Wilford Lloyd Baumes, the television writer and producer who dreamed up The Love Boat and helped bring Wonder Woman to network audiences, died June 28 in Cincinnati. He was 86. Mihovk-Rosenacker Funeral Homes confirmed the death in an obituary published this week; the family gave no cause.
Baumes spent much of his career paired with producer Douglas S. Cramer, a partnership that shaped some of the biggest titles on ABC in the 1970s. He got his start as an associate to Cramer at Paramount Television on the 1971 telefilm Dr. Cook’s Garden, starring Bing Crosby as a small-town doctor with a dark secret.
The two later moved to Screen Gems, where Baumes worked on the interfaith sitcom Bridget Loves Bernie and developed the concept for QB VII, the sprawling Holocaust miniseries adapted from Leon Uris’s novel. That project collected seven Emmys and drew enormous ratings when it aired in 1974.
The Love Boat traces its roots to a paperback memoir by cruise hostess Jeraldine Saunders. Cramer picked up the rights after reading a review describing the book’s frank depiction of shipboard romance, and Baumes wrote every pilot that followed, including two failed attempts before Aaron Spelling cast Gavin MacLeod as Captain Stubing for a third try. ABC ordered the series, and it sailed for nine seasons, from 1977 to 1987, climbing to the No. 5 spot in the ratings during the 1980-81 season.

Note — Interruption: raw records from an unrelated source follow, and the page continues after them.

import { describe, expect, it } from 'vitest';
import type { SectionShape } from '../../../src/domain/member.ts';
import { strengthOf } from '../../../src/importer/materials/grade.ts';
import { gradeIn } from '../../../src/importer/materials/grades.ts';

/** Yield and ultimate strength, MPa, of a part `thickness` mm thick. */
function strengths(name: string, thickness: number | null, shape: SectionShape | null = null) {
  const grade = gradeIn(name, shape);
  if (grade === null) return null;
  const found = strengthOf(grade, thickness === null ? null : thickness / 1000);
  const mpa = (value: number | null) => (value === null ? null : Math.round(value / 1e6));
  return [mpa(found.yieldStrength), mpa(found.ultimateStrength)];
}

describe('steel grades by nominal thickness', () => {
  // From memory of the product standards named.
  it.each([
    [
      'EN 10025-2',
      'S235JR',
      [
        [10, 235, 360],
        [16, 235, 360],
        [17, 225, 360],
        [50, 215, 360],
        [120, 195, 350],
      ],
    ],
    [
      'EN 10025-2',
      'S275J0',
      [
        [2, 275, 430],
        [16, 275, 410],
        [40, 265, 410],
        [63, 255, 410],
        [80, 245, 410],
      ],
    ],
    [
      'EN 10025-2',
      'S355J2+N',
      [
        [2.5, 355, 510],
        [16, 355, 470],
        [40, 345, 470],
        [63, 335, 470],
        [100, 315, 470],
      ],
    ],
    [
      'EN 10025-3',
      'S355NL',
      [
        [16, 355, 470],
        [40, 345, 470],
        [63, 335, 470],
      ],
    ],
    [
      'EN 10025-4',
      'S355ML',
      [
        [16, 355, 470],
        [40, 345, 470],
        [63, 335, 450],
        [80, 325, 440],
      ],
    ],
    [
      'EN 10025-4',
      'S460M',
      [
        [16, 460, 540],
        [40, 440, 540],
        [63, 430, 530],
      ],
    ],
    [
      'EN 10025-5',
      'S355J2W',
      [
        [16, 355, 470],
        [40, 345, 470],
      ],
    ],
    [
      'EN 10025-6',
      'S690QL',
      [
        [50, 690, 770],
        [80, 650, 760],
      ],
    ],
    [
      'EN 10210-1',
      'S355J2H',
      [
        [2.9, 355, 510],
        [10, 355, 470],
        [20, 345, 470],
      ],
    ],
    [
      'EN 10210-1',
      'S460NH',
      [
        [16, 460, 540],
        [40, 440, 540],
        [65, 430, 540],
      ],
    ],
    [
      'EN 10219-1',
      'S420MH',
      [
        [16, 420, 500],
        [30, 400, 500],
      ],
    ],
    ['EN 10149-2', 'S355MC', [[3, 355, 430]]],
    ['EN 10346', 'S350GD+Z275', [[2, 350, 420]]],
    [
      'ASTM A992',
      'A992',
      [
        [10, 345, 450],
        [100, 345, 450],
      ],
    ],
    [
      'ASTM A588',
      'ASTM A588',
      [
        [50, 345, 485],
        [120, 315, 460],
      ],
    ],
    [
      'JIS G 3136',
      'SN490B',
      [
        [20, 325, 490],
        [50, 295, 490],
      ],
    ],
    [
      'GB/T 1591',
      'Q355B',
      [
        [16, 355, 470],
        [20, 345, 470],
      ],
    ],
  ] as const)('%s: %s', (_, name, steps) => {
    expect(steps.map(([thickness]) => strengths(name, thickness))).toEqual(steps.map(([, fy, fu]) => [fy, fu]));
  });

  it('has no strength beyond what the standard covers, and the first step where the thickness is not known', () => {
    expect(strengths('S460NH', 80)).toEqual([null, null]);
    expect(strengths('S355MC', 30)).toEqual([null, null]);
    expect(strengths('S355', null)).toEqual([355, 470]);
  });

  it('counts a hair over a step as the step', () => {
    expect(strengths('S355', 16.004)).toEqual([355, 470]);
    expect(strengths('S355', 16.1)).toEqual([345, 470]);
  });

  it('never rises with the thickness', () => {
    for (const name of [
      'S235',
      'S275N',
      'S275M',
      'S355',
      'S355M',
      'S420',
      'S450',
      'S460',
      'S460Q',
      'S355H',
      'A588',
      'A514',
    ]) {
      let last = [Number.POSITIVE_INFINITY, Number.POSITIVE_INFINITY];
      for (let thickness = 4; thickness < 250; thickness += 1) {
        const [fy, fu] = strengths(name, thickness) as [number | null, number | null];
        if (fy === null || fu === null) break;
        expect(fy <= last[0]! && fu <= last[1]! && fu > fy, `${name} ${thickness}`).toBe(true);
        last = [fy, fu];
      }
    }
  });

  it('takes the standard of hollow sections for hollow sections', () => {
    expect(strengths('S275M', 10, 'RHS')).toEqual([275, 360]);
    expect(strengths('S275M', 10, 'I')).toEqual([275, 370]);
    expect(strengths('A500 Gr. B', 10, 'RHS')).toEqual([315, 400]);
    expect(strengths('A500 Gr. B', 10, 'CHS')).toEqual([290, 400]);
    expect(strengths('A500 Grade C', 10, 'RHS')).toEqual([345, 425]);
  });
});

describe('names of grades', () => {
  it.each([
    [
      'S355',
      [
        'S355',
        'S355J2+N',
        'S 355 JR',
        'S355K2',
        'S355J2G3',
        'STEEL/S355J0',
        's355jr',
        'Fe510',
        'Fe 510 D',
        'St 52-3',
        'St52-3N',
        'EN 10025-2 S355J2',
      ],
    ],
    ['S275', ['S275', 'S275JR', 'Fe430', 'St 44-2']],
    ['S235', ['S235', 'S235JRG2', 'Fe 360 B', 'RSt 37-2', 'USt37-2', 'ST37']],
    ['A992', ['A992', 'ASTM A992', 'A992 Gr.50', 'A 992', 'A992/A992M']],
    ['A572-50', ['A572 Gr. 50', 'A572 Grade 50', 'A572-50', 'A572']],
    ['A500 B', ['A500 Gr. B', 'A500 Grade B', 'A500-B', 'A500 GrB', 'A500']],
    ['A36', ['A36', 'ASTM A36', 'Steel, A36']],
  ])('%s in every spelling', (name, spellings) => {
    const meant = gradeIn(name);
    expect(meant).not.toBeNull();
    expect(spellings.map((spelling) => gradeIn(spelling))).toEqual(spellings.map(() => meant));
  });

  it.each(['', 'Steel', 'C24', 'B500B', 'S999', 'Stahl 37', 'GL28h', 'Axis S2350', 'St 52.0', 'A4-80', 'Alu 6061'])(
    'none in "%s"',
    (name) => {
      expect(gradeIn(name)).toBeNull();
    },
  );
});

Baumes also produced the 1975 telefilm that launched Wonder Woman and stayed on for the first two seasons of the series starring Lynda Carter. His other credits include Sorority Kill, which gave actor Anthony Geary an early break, and Nightmare in Badham County, a prison drama that became a surprise hit in China.
Born November 24, 1939, in Amberley Village, Ohio, Baumes was the son of a Cincinnati physician. He studied at Denison University, earned a design degree from UC Berkeley, and served in the U.S. Navy before entering the industry. He stepped away from Hollywood in the early 1980s and turned to building homes later featured in Architectural Digest. He is survived by a nephew and niece. His family has asked that donations go to the Alzheimer’s Association.